# HO Single lane track?



## cts125 (Feb 8, 2012)

Has anyone cut down standard HO track to just one lane? 

I'm looking into building a small rally-style track and am interested in just one lane for the whole layout (time trial racing).

I'm not really able to cut my own routed track so I was wondering about just cutting down my regular 2-lane track.

Any ideas/opinions?

Thanks!
CT


----------



## TK Solver (Mar 18, 2004)

Have you considered using both lanes of AFX track with a crossover piece so that the lap length is effectively doubled?
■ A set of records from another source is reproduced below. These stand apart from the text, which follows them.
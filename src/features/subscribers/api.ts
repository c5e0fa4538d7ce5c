import { queryOptions, useMutation, useQueryClient } from "@tanstack/react-query";
import {
  SUBSCRIBER_PAGE_SIZE,
  type ConfirmationDone,
  type ConfirmationView,
  type ErasureResult,
  type InvestorDigestInput,
  type InvestorDigestSetting,
  type PreferencesInput,
  type PreferencesView,
  type SubscriberImportInput,
  type SubscriberImportResult,
  type SubscriberList,
  type SubscriberFilterQuery,
  type SubscriptionAccepted,
  type SubscriptionInput,
  type SubscriptionOptions,
  type SubscriptionStatusResult,
  type UnsubscribeView,
} from "#shared/schemas/subscribers.ts";
import type { DigestArchiveCopy, DigestArchivePage } from "#shared/schemas/digests.ts";
import { api, qs } from "../../lib/api-client.ts";
import { useRefreshingMutation } from "../../lib/mutations.ts";
import { projectListQueryOptions, projectReadOptions } from "../../lib/projects.ts";
import { featureKeys, readOptions } from "../../lib/query-keys.ts";

/** Visitors' side: the form's options and the pages opened from signed links. */
export const subscriptionKeys = {
  ...featureKeys("subscriptions", ["options"]),
  /** A page opened from a signed link, by the link's kind and token. */
  link: (kind: LinkKind, token: string) => [...subscriptionKeys.all, kind, token] as const,
};

type LinkKind = "confirm" | "preferences" | "unsubscribe";

/** The read behind a page opened from a signed link: once only, as a refused link stays refused. */
const linkReadOptions = <T>(kind: LinkKind, token: string) =>
  queryOptions({ queryKey: subscriptionKeys.link(kind, token), queryFn: () => api.get<T>(`/api/subscriptions/${kind}/${token}`), retry: false });

/** The site office's list: its filters and the page (from the address). */
export type SubscriberOfficeQuery = SubscriberFilterQuery & { page?: number };

/** The site office's list. */
export const subscriberKeys = {
  all: ["subscribers"] as const,
  list: (f: SubscriberOfficeQuery) => [...subscriberKeys.all, "list", f] as const,
};

export const investorDigestKeys = {
  all: ["investor-digest"] as const,
  mine: () => [...investorDigestKeys.all, "mine"] as const,
};

export const subscriptionProjectsQueryOptions = () => projectListQueryOptions(subscriptionKeys.projects());
export const subscriptionOptionsQueryOptions = (slug: string) => projectReadOptions<SubscriptionOptions>(subscriptionKeys.options(slug), slug, "subscription-options");
export const confirmationQueryOptions = (token: string) => linkReadOptions<ConfirmationView>("confirm", token);
export const preferencesQueryOptions = (token: string) => linkReadOptions<PreferencesView>("preferences", token);
export const unsubscribeQueryOptions = (token: string) => linkReadOptions<UnsubscribeView>("unsubscribe", token);
/** One page (SUBSCRIBER_PAGE_SIZE rows) of the office list, newest first, with the total. */
export const subscribersQueryOptions = (f: SubscriberOfficeQuery) =>
  queryOptions({
    queryKey: subscriberKeys.list(f),
    queryFn: () => api.get<SubscriberList>(`/api/subscribers${qs({ ...f, page: f.page && f.page > 1 ? f.page : undefined, pageSize: SUBSCRIBER_PAGE_SIZE })}`),
  });
export const investorDigestQueryOptions = () => readOptions<InvestorDigestSetting[]>(investorDigestKeys.mine(), "/api/investors/digest");

/** The export link of the current filters (a download, not a query). */
export const subscribersCsvUrl = (f: SubscriberFilterQuery) => `/api/subscribers/export.csv${qs(f)}`;
export const personDataUrl = (id: number) => `/api/subscribers/${id}/export`;

export function useSubscribe() {
  return useMutation({ mutationFn: (input: SubscriptionInput) => api.post<SubscriptionAccepted>("/api/subscriptions", input), meta: { quiet: true } });
}

export const useConfirm = (token: string) =>
  useRefreshingMutation(subscriptionKeys.link("confirm", token), { mutationFn: () => api.post<ConfirmationDone>(`/api/subscriptions/confirm/${token}`, {}), meta: { quiet: true } });

export function useUpdatePreferences(token: string) {
  const qc = useQueryClient();
  return useMutation({
    mutationFn: (patch: PreferencesInput) => api.patch<PreferencesView>(`/api/subscriptions/preferences/${token}`, patch),
    meta: { quiet: true },
    onSuccess: (view) => qc.setQueryData(subscriptionKeys.link("preferences", token), view),
  });
}

export const useLeaveFromPreferences = (token: string) =>
  useRefreshingMutation(subscriptionKeys.link("preferences", token), { mutationFn: () => api.post<SubscriptionStatusResult>(`/api/subscriptions/preferences/${token}/unsubscribe`, {}) });

export const useUnsubscribe = (token: string) =>
  useRefreshingMutation(subscriptionKeys.link("unsubscribe", token), { mutationFn: () => api.post<SubscriptionStatusResult>(`/api/subscriptions/unsubscribe/${token}`, {}) });

export const useSetInvestorDigest = () =>
  useRefreshingMutation(investorDigestKeys.all, {
    mutationFn: ({ slug, ...input }: InvestorDigestInput & { slug: string }) => api.patch<InvestorDigestSetting>(`/api/investors/digest/${slug}`, input),
    meta: { quiet: true },
  });

export const useImportSubscribers = () =>
  useRefreshingMutation(subscriberKeys.all, { mutationFn: (input: SubscriberImportInput) => api.post<SubscriberImportResult>("/api/subscribers/import", input), meta: { quiet: true } });

export const useEraseSubscriber = () => useRefreshingMutation(subscriberKeys.all, { mutationFn: (id: number) => api.delete<ErasureResult>(`/api/subscribers/${id}`) });

/** A subscriber's archive of sent digests (decision 045): by the signed preferences link, or an investor's own. */
export const digestArchiveKeys = {
  all: ["digest-archive"] as const,
  byLink: (token: string, page: number) => [...digestArchiveKeys.all, "link", token, page] as const,
  copyByLink: (token: string, id: number) => [...digestArchiveKeys.all, "link", token, "copy", id] as const,
  mine: (page: number) => [...digestArchiveKeys.all, "mine", page] as const,
  myCopy: (id: number) => [...digestArchiveKeys.all, "mine", "copy", id] as const,
};

export const pastDigestsQueryOptions = (token: string, page: number) =>
  queryOptions({ queryKey: digestArchiveKeys.byLink(token, page), queryFn: () => api.get<DigestArchivePage>(`/api/subscriptions/preferences/${token}/digests${qs({ page })}`), retry: false });
export const pastDigestQueryOptions = (token: string, id: number) =>
  queryOptions({ queryKey: digestArchiveKeys.copyByLink(token, id), queryFn: () => api.get<DigestArchiveCopy>(`/api/subscriptions/preferences/${token}/digests/${id}`), retry: false });
export const myDigestsQueryOptions = (page: number) => queryOptions({ queryKey: digestArchiveKeys.mine(page), queryFn: () => api.get<DigestArchivePage>(`/api/me/digests${qs({ page })}`) });
export const myDigestQueryOptions = (id: number) => readOptions<DigestArchiveCopy>(digestArchiveKeys.myCopy(id), `/api/me/digests/${id}`);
I know it's not the same as what you're asking but it would take up approximately the same amount of space.


----------



## slotcarman12078 (Oct 3, 2008)

I've seen a couple of instances of guys cutting a few single lanes out of regular 2 lane track, and it's not pretty. The biggest problem you need to consider is how to keep the single lanes together. Clips work, but counting on them for a whole track would prove rather expensive, and unreliable. Another issue is hiding the cut side which usually kinda ragged looking, and unsupported underneath too. Still another thing to consider is how thick is your cutter, and will it leave enough of both halves of the track usable? What brand and type track are you thinking of cutting? How does it join together, and will it still lock if it's half gone?


----------



## ParkRNDL (Mar 20, 2002)

TK Solver said:


> Have you considered using both lanes of AFX track with a crossover piece so that the lap length is effectively doubled? I know it's not the same as what you're asking but it would take up approximately the same amount of space.


I always liked this idea.

--rick


----------



## Hotrodzz3 (Apr 5, 2011)

I've cut Tyco track down to one lane to make a skid pad for breaking in cars but I only cut down 9 inch curves and just enough to make a circle. What I did was to remove the rails from the outer lane and then used a band saw cutting the track where the rails were which left the locks intact for holding it all together and left me with a nice clean edge where I cut. It also left enough track that it won't need and apron although I'm still going to put an apron on it to cover the open side of the track. Not sure how well it works yet as it will be another week or two before I power my new track up and the skid pad is one of the last things I plan on adding to the table.
Good Luck
Bob


----------



## Tycoarm (Jan 7, 2006)

A band saw is probably the best way to get it done as a jigsaw will make it very difficult and a spiral cut saw will tend to wander causing a jagged unclean edge.
I was able to cut the newer Tyco Quick Clik track using a band saw years ago. The band saw blade is quite thin so you will have very little track loss. Plus with the newer Tyco or Mattel Tyco track makes it possible to connect the pieces without clips.


----------



## slotcarman12078 (Oct 3, 2008)

Cool!! I didn't know you could get away with that with TYCO/Mattel track. And a band saw never crossed my mind... all my track cutting experiments so far we with a dremel, and you know how rough those results can be.


----------